Beyond Diffusion: Inside Apple’s New STARFlow Generative Model

ai Dec 2, 2025

The AI art world just got a curveball from Cupertino. While the rest of the industry is doubling down on Diffusion models (the tech behind Midjourney, Flux, and Stable Diffusion), Apple Research just quietly released STARFlow on Hugging Face—a powerful new generative model that takes a completely different mathematical approach.

Here is everything you need to know about Apple’s latest open-source drop and why it matters for the future of AI generation.

What Just Happened?

Apple has released the code and weights for STARFlow (for images) and STARFlow-V (for video) on Hugging Face and GitHub. This isn't just a small utility model; it’s a high-performance generative engine capable of creating high-resolution images and videos from text prompts.

The Repository: apple/ml-starflow
The Tech: Normalizing Flows (specifically "Transformer Autoregressive Flow")
The Promise: High-quality generation that rivals diffusion models but with potentially faster sampling and better efficiency.

The "Secret Sauce": Flow vs. Diffusion

To understand why STARFlow is exciting, you have to understand the current meta. Almost every top-tier image generator today uses Diffusion. Diffusion models work by adding noise to an image until it’s static, and then learning to reverse that process (denoising) to create an image from scratch.

STARFlow is different. It is based on Normalizing Flows. Instead of iteratively removing noise, Flow-based models learn a direct, invertible mapping between a simple distribution (like random noise) and complex data (like a photo).

Diffusion: "Let me fix this static repeatedly until it looks like a cat." (Iterative, slow)
Flows (STARFlow): "Let me transform this noise directly into a cat using a complex mathematical formula." (Direct, theoretically faster/exact).

Historically, Flow models struggled to match the quality of Diffusion. Apple claims STARFlow bridges that gap, achieving "state-of-the-art" results that compete with the best diffusion models while offering exact likelihood estimation—a fancy way of saying the model has a much more precise mathematical understanding of the data it generates.

Key Specs & Features

Apple didn't just release a paper; they released the goods.
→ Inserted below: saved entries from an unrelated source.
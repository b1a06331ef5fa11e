package chain

import (
	"fmt"
	"math"
	"math/rand/v2"
	"testing"
)

// longServedio draws the data of Long & Servedio, "Random classification noise defeats all convex potential boosters",
// Machine Learning 78 (2010), in the 21-feature form: a quarter of the rows have every feature equal to the label, a
// quarter ("pullers") the first 11 equal and the last 10 opposed, half ("penalisers") 5 random ones of the first 11 and
// 6 random ones of the last 10 equal and the rest opposed.
func longServedio(rng *rand.Rand) (x []float64, y int8) {
	const d = 21
	y = int8(2*rng.IntN(2) - 1)
	x = make([]float64, d)
	for k := range x {
		x[k] = -float64(y)
	}
	switch rng.IntN(4) {
	case 0:
		for k := range x {
			x[k] = float64(y)
		}
	case 1:
		for k := range 11 {
			x[k] = float64(y)
		}
	default:
		for _, k := range rng.Perm(11)[:5] {
			x[k] = float64(y)
		}
		for _, k := range rng.Perm(10)[:6] {
			x[11+k] = float64(y)
		}
	}
	return x, y
}

// measeWyner draws the data of Mease & Wyner, "Evidence contrary to the statistical view of boosting", Journal of
// Machine Learning Research 9 (2008): 20 uniform features, the label is whether the first 5 add up to more than 5/2.
func measeWyner(rng *rand.Rand) (x []float64, y int8) {
	x = make([]float64, 20)
	var sum float64
	for k := range x {
		x[k] = rng.Float64()
		if k < 5 {
			sum += x[k]
		}
		x[k] = math.Sqrt(12) * (x[k] - .5) // unit variance
	}
	if sum > 2.5 {
		return x, 1
	}
	return x, -1
}

// published draws n rows and flips a share of the rows of class +1.
func published(draw func(*rand.Rand) ([]float64, int8), n int, flip, lambda float64, rng *rand.Rand) (p *Problem, flipped []bool) {
	ds := &Design{N: n}
	p = &Problem{Design: ds, Lambda: lambda}
	flipped = make([]bool, n)
	for i := range n {
		x, y := draw(rng)
		ds.Dense = len(x) + 1
		for _, v := range x {
			ds.X = append(ds.X, float32(v/math.Sqrt(float64(len(x)))))
		}
		ds.X = append(ds.X, 1)
		if y > 0 && rng.Float64() < flip {
			y, flipped[i] = -1, true
		}
		p.Rows, p.Y = append(p.Rows, int32(i)), append(p.Y, y)
	}
	p.Omega = balanced(p.Y)
	return p, flipped
}

// On both data sets the bounded loss ranks the planted flips first, at 10 to 40 % of one class flipped, where convex
// losses do not. Equal row weights are how those are used; with the classes balanced, which on Mease & Wyner's data is
// most of the cure, they come to 0.90–0.94 there, still behind.
func TestBoundedLossFindsPlantedFlips(t *testing.T) {
	cases := []struct {
		name         string
		draw         func(*rand.Rand) ([]float64, int8)
		rows         int
		recovered    float64
		balancedLead float64
	}{
		{"Long & Servedio 2010", longServedio, 2000, .999, .3},
		{"Mease & Wyner 2008", measeWyner, 8000, .95, .04},
	}
	const q, lambda = -.5, 1e-3
	for _, c := range cases {
		for _, flip := range []float64{.1, .2, .3, .4} {
			t.Run(fmt.Sprintf("%s, %.0f %%", c.name, 100*flip), func(t *testing.T) {
				p, flipped := published(c.draw, c.rows, flip, lambda, newRand(5))
				st := Graduated(p, nil, []float64{q}, newRand(1), &Scratch{})[0]
				m := margins(p, st.W)
				got, found := averagePrecision(m, flipped), recovered(m, flipped)
				rival := func(phi func(float64) (float64, float64)) float64 {
					return averagePrecision(margins(p, convex(t, p, phi)), flipped)
				}
				balancedLog, balancedHinge := rival(logistic), rival(squaredHinge)
				for i := range p.Omega {
					p.Omega[i] = 1 / float64(c.rows)
				}
				log, hinge := rival(logistic), rival(squaredHinge)
				t.Logf("average precision: bounded %.4f (recovered %.3f), logistic %.3f, squared hinge %.3f, balanced %.3f, %.3f",
					got, found, log, hinge, balancedLog, balancedHinge)
				if got < .99 || found < c.recovered {
					t.Errorf("bounded loss: average precision %.4f, recovered %.3f", got, found)
				}
				if log >= .9 || hinge >= .9 {
					t.Errorf("convex losses reach %.3f and %.3f: these data no longer defeat them", log, hinge)
				}
				if lead := got - max(balancedLog, balancedHinge); lead < c.balancedLead {
					t.Errorf("lead over balanced convex losses %.3f", lead)
				}
			})
		}
	}
}

// Without a flip hardly a row is dropped.
func TestBoundedLossLeavesCleanDataAlone(t *testing.T) {
	for name, draw := range map[string]func(*rand.Rand) ([]float64, int8){"Long & Servedio": longServedio, "Mease & Wyner": measeWyner} {
		p, _ := published(draw, 4000, 0, 1e-3, newRand(5))
		st := Graduated(p, nil, []float64{-.5}, newRand(1), &Scratch{})[0]
		var dropped int
		for _, keep := range st.Keep {
			if !keep {
				dropped++
			}
		}
		if dropped > 20 {
			t.Errorf("%s: %d of 4,000 clean rows dropped", name, dropped)
		}
	}
}
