package chain

import (
	"math"
	"math/rand/v2"
)

// Shaken searches over the flags: as often as hops, it draws every flag anew as if the row's margin were blurred by
// logistic noise, solves for the weights with those flags held, and descends; it goes on from the bottom so found with
// chance min(1, exp(−ΔJ/T)), else from where it stood, and ends at the lowest of all. The blur goes round 3, 1, 0.3 and
// 0.1 units of the margin: at first most rows may change sides, at last those near q; T falls from 0.003 of J to
// nothing. It anneals the latent variables of the variational form, as Annealed does the weights.
//
// from's Alpha and Keep are by the rows of p. The end is never above from; Status is NoProgress if it is from. Cost
// O(hops·epochs·rows·(Dense+Trees)).
func Shaken(p *Problem, q float64, from *State, hops int, rng *rand.Rand, s *Scratch) State {
	const last, fine, hot = 20, 1e-3, 3e-3
	blurs := [...]float64{3, 1, .3, .1}
	s.load(p, rng)
	s.restore(from.Start())
	start := s.measure(q)
	s.note(&s.here, start)
	s.note(&s.top, start)
	for hop := range hops {
		s.hop(q, blurs[hop%len(blurs)], rng)
		t := hot * start * (1 - float64(hop)/float64(hops))
		s.move(t, rng)
	}
	s.jump(&s.top)
	s.remember(s.measure(q))
	status := s.cycleOut(Stage{Q: q, Tolerance: fine}, last*s.hold, rng)
	if s.best.j >= start {
		status = NoProgress
	}
	return s.end(q, status)
}

// hop goes from where the run stands, by blurred flags, to a bottom, and leaves it as the best point.
func (s *Scratch) hop(q, blur float64, rng *rand.Rand) {
	const rounds, tolerance = 6, 1e-2
	s.jump(&s.here)
	s.measure(q)
	s.blur(blur, rng)
	s.renew(q)
	s.measure(q)
	s.ascend(2*s.hold, tolerance, rng)
	s.remember(s.measure(q))
	s.cycle(Stage{Q: q, Tolerance: tolerance}, rounds*s.hold, rng)
}

// move decides at temperature t whether the run stands at the bottom just found, and keeps the lowest.
func (s *Scratch) move(t float64, rng *rand.Rand) {
	if s.best.collapsed && !s.here.collapsed {
		return
	}
	if s.best.j <= s.here.j+t*rng.ExpFloat64() { // chance exp(−ΔJ/t)
		s.here.take(&s.best)
	}
	if s.best.collapsed == s.top.collapsed && s.best.j < s.top.j || !s.best.collapsed && s.top.collapsed {
		s.top.take(&s.best)
	}
}

// blur adds logistic noise of so many units to all measured margins, which are then no longer those of w.
func (s *Scratch) blur(units float64, rng *rand.Rand) {
	s.marginsAt = -1
	for i := range s.margin {
		u := rng.Float64()
		for u == 0 {
			u = rng.Float64()
		}
		s.margin[i] += units * math.Log(u/(1-u))
	}
}
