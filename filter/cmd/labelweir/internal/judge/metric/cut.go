package metric

// Cut counts what lies at or above a threshold.
type Cut struct {
	Rows   int // all rows
	Wrong  int // wrong labels among them
	Caught int // rows with score ≥ threshold
	Hits   int // wrong labels among the caught
}

// CutAt counts the rows with p ≥ threshold; NaN is never caught. len(p) = len(wrong).
func CutAt(wrong []bool, p []float64, threshold float64) Cut {
	if len(p) != len(wrong) {
		panic("metric: shapes differ")
	}
	c := Cut{Rows: len(p)}
	for i := range p {
		if wrong[i] {
			c.Wrong++
		}
		if p[i] >= threshold {
			c.Caught++
			if wrong[i] {
				c.Hits++
			}
		}
	}
	return c
}

// Add adds the counts of o.
func (c *Cut) Add(o Cut) {
	c.Rows += o.Rows
	c.Wrong += o.Wrong
	c.Caught += o.Caught
	c.Hits += o.Hits
}

// Precision is the share of wrong labels among the caught rows; NaN when none are caught.
func (c Cut) Precision() float64 { return float64(c.Hits) / float64(c.Caught) }

// Recall is the share of the wrong labels that is caught; NaN when none are wrong.
func (c Cut) Recall() float64 { return float64(c.Hits) / float64(c.Wrong) }

// Share is the share of all rows that is caught; NaN without rows.
func (c Cut) Share() float64 { return float64(c.Caught) / float64(c.Rows) }
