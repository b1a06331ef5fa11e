// Package journal keeps streams of bytes in one growing file, up to marks that survive whatever happens after them. It
// knows nothing of what the bytes mean.
//
// The file. Integers are little-endian.
//
//	bytes  field
//	8      "LWRESUME"
//	2      u16 version, 1
//	       frames, each:
//	1        u8 kind: 0 a mark, else the number of a stream
//	4        u32 n, at most 65536
//	n        bytes of the stream, or of the mark
//	4        u32 CRC-32C (Castagnoli) of all bytes of the file before it
//
// What stands after the last mark, and everything from the first frame on whose checksum does not fit, counts as not
// written.
package journal
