package journal

import (
	"bytes"
	"errors"
	"fmt"
	"io"
	"math/rand/v2"
	"testing"
)

// memory is a file that takes at most room bytes; 0: any number.
type memory struct {
	b     []byte
	room  int
	syncs int
}

func (m *memory) ReadAt(p []byte, at int64) (int, error) { return bytes.NewReader(m.b).ReadAt(p, at) }

var errFull = errors.New("full")

func (m *memory) WriteAt(p []byte, at int64) (int, error) {
	end := int(at) + len(p)
	if m.room > 0 && end > m.room {
		return 0, errFull
	}
	for len(m.b) < end {
		m.b = append(m.b, 0)
	}
	return copy(m.b[at:], p), nil
}

func (m *memory) Truncate(n int64) error { m.b = m.b[:n]; return nil }
func (m *memory) Sync() error            { m.syncs++; return nil }

// history writes three parts of random lengths, and gives what each stream held at each mark.
func history(t *testing.T, f File, rng *rand.Rand, most int) (held []([3][]byte)) {
	t.Helper()
	j, err := Open(f)
	if err != nil {
		t.Fatal(err)
	}
	var all [3][]byte
	for part := range 3 {
		for range rng.IntN(6) {
			s, b := 1+rng.IntN(2), make([]byte, rng.IntN(most))
			for i := range b {
				b[i] = byte(rng.Uint32())
			}
			if err := j.Write(s, b); err != nil {
				t.Fatal(err)
			}
			all[s] = append(all[s], b...)
		}
		if err := j.Mark([]byte(fmt.Sprint("part ", part))); err != nil {
			t.Fatal(err)
		}
		held = append(held, [3][]byte{nil, bytes.Clone(all[1]), bytes.Clone(all[2])})
	}
	return held
}

// check opens what is there and compares it with what was written up to its last mark.
func check(t *testing.T, f File, held []([3][]byte)) (marks int) {
	t.Helper()
	j, err := Open(f)
	if err != nil {
		if !errors.Is(err, ErrForeign) {
			t.Fatal(err)
		}
		return -1
	}
	content, marks := j.Last()
	if marks > len(held) || marks > 0 && string(content) != fmt.Sprint("part ", marks-1) {
		t.Fatalf("%d marks, the last one is %q", marks, content)
	}
	for s := 1; s <= 2; s++ {
		got, err := io.ReadAll(j.Stream(s))
		var want []byte
		if marks > 0 {
			want = held[marks-1][s]
		}
		if err != nil || !bytes.Equal(got, want) {
			t.Fatalf("stream %d at mark %d has %d bytes, want %d; %v", s, marks, len(got), len(want), err)
		}
	}
	return marks
}

func TestStreamsComeBackUpToTheLastMark(t *testing.T) {
	for seed := range uint64(20) {
		f := &memory{}
		held := history(t, f, rand.New(rand.NewPCG(seed, 1)), 100_000)
		if marks := check(t, f, held); marks != 3 || f.syncs != 3 {
			t.Fatalf("%d marks, %d syncs", marks, f.syncs)
		}
	}
}

// Whatever happens to one byte, and wherever the file is cut, what is read is what was written up to some mark; never
// more or else.
func TestDamageCostsNoMoreThanWhatCameAfterIt(t *testing.T) {
	f := &memory{}
	held := history(t, f, rand.New(rand.NewPCG(3, 1)), 60)
	lost := map[int]int{}
	for n := range f.b {
		lost[check(t, &memory{b: bytes.Clone(f.b[:n])}, held)]++
		for _, flip := range []byte{1, 0x80, 0xff} {
			b := bytes.Clone(f.b)
			b[n] ^= flip
			if marks := check(t, &memory{b: b}, held); (marks < 0) != (n < headLen) || marks == 3 {
				t.Fatalf("byte %d changed: %d marks", n, marks)
			}
		}
	}
	for marks := range 3 {
		if lost[marks] == 0 {
			t.Errorf("no cut leaves %d marks", marks)
		}
	}
	if lost[3] > 0 || lost[-1] > 0 {
		t.Errorf("cuts leave %v", lost)
	}
	if marks := check(t, &memory{b: append(bytes.Clone(f.b), f.b[headLen:]...)}, held); marks != 3 {
		t.Errorf("with its frames repeated: %d marks", marks)
	}
}

func TestWritingGoesOnBehindTheLastMark(t *testing.T) {
	f := &memory{}
	held := history(t, f, rand.New(rand.NewPCG(3, 1)), 60)
	whole := bytes.Clone(f.b)
	f.b = append(f.b, "half a frame"...)
	j, err := Open(f)
	if err != nil {
		t.Fatal(err)
	}
	if len(f.b) == len(whole) {
		t.Error("Open has cut the file")
	}
	if err := errors.Join(j.Write(2, []byte("more")), j.Mark([]byte("part 3"))); err != nil {
		t.Fatal(err)
	}
	last := held[2]
	held = append(held, [3][]byte{nil, last[1], append(bytes.Clone(last[2]), "more"...)})
	if marks := check(t, f, held); marks != 4 || !bytes.HasPrefix(f.b, whole) {
		t.Errorf("%d marks", marks)
	}
}

func TestClearedJournalsBeginAnew(t *testing.T) {
	f := &memory{}
	history(t, f, rand.New(rand.NewPCG(3, 1)), 60)
	j, err := Open(f)
	if err != nil {
		t.Fatal(err)
	}
	j.Clear()
	if got, err := io.ReadAll(j.Stream(1)); len(got) > 0 || err != nil {
		t.Errorf("it holds %q, %v", got, err)
	}
	if err := errors.Join(j.Write(1, []byte("new")), j.Mark([]byte("part 0"))); err != nil {
		t.Fatal(err)
	}
	if marks := check(t, f, [][3][]byte{{1: []byte("new")}}); marks != 1 {
		t.Errorf("%d marks", marks)
	}
}

func TestOthersFilesAreLeftAlone(t *testing.T) {
	for _, text := range []string{"a", "grade,diameter_mm\n", "LWRESUMX\x01\x00", "LWRESUME\x02\x00", "LX"} {
		f := &memory{b: []byte(text)}
		if _, err := Open(f); !errors.Is(err, ErrForeign) || string(f.b) != text {
			t.Errorf("%q: got %v", text, err)
		}
	}
}

func TestTheFilesErrorComesBack(t *testing.T) {
	j, err := Open(&memory{room: 69_010})
	if err != nil {
		t.Fatal(err)
	}
	if err := j.Write(1, make([]byte, 69_000)); err != nil {
		t.Errorf("what fits: %v", err)
	}
	if err := j.Mark(nil); !errors.Is(err, errFull) {
		t.Errorf("got %v", err)
	}
}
STARFlow (Images): ~3 Billion parameters. Uses a "deep-shallow" architecture to balance power and speed.
STARFlow-V (Video): ~7 Billion parameters. Capable of generating temporal video sequences (up to 480p resolution in initial tests) with causal attention (meaning frame 2 depends on frame 1, ensuring smooth motion).
Training: Trained on massive internal datasets using Apple’s specialized infrastructure.

Why Should You Care

Apple is Open Sourcing: For a company known for its "walled garden," releasing a research model of this caliber on Hugging Face is a significant signal. They are engaging with the open research community.
Alternatives to Diffusion: We are arguably hitting diminishing returns with Diffusion models. STARFlow proves there is another path. If Flow models can match Diffusion in quality but beat them in speed (inference latency), the next generation of AI art tools might not be Diffusion-based at all.
On-Device Potential: Normalizing Flows can be incredibly efficient. This aligns perfectly with Apple's goal of running powerful AI locally on your iPhone or Mac, rather than in the cloud.

How to Try It

The model weights and code are live now. If you are a developer or researcher, you can clone the repo and run it (likely requires a beefy GPU or a Mac with Apple Silicon).

Hugging Face: apple/starflow

The Verdict

STARFlow is a "research preview," so don't expect a polished app just yet. But the technology underneath is a glimpse into the future of generative AI. Apple just showed up to the AI art party, and they brought their own physics engine.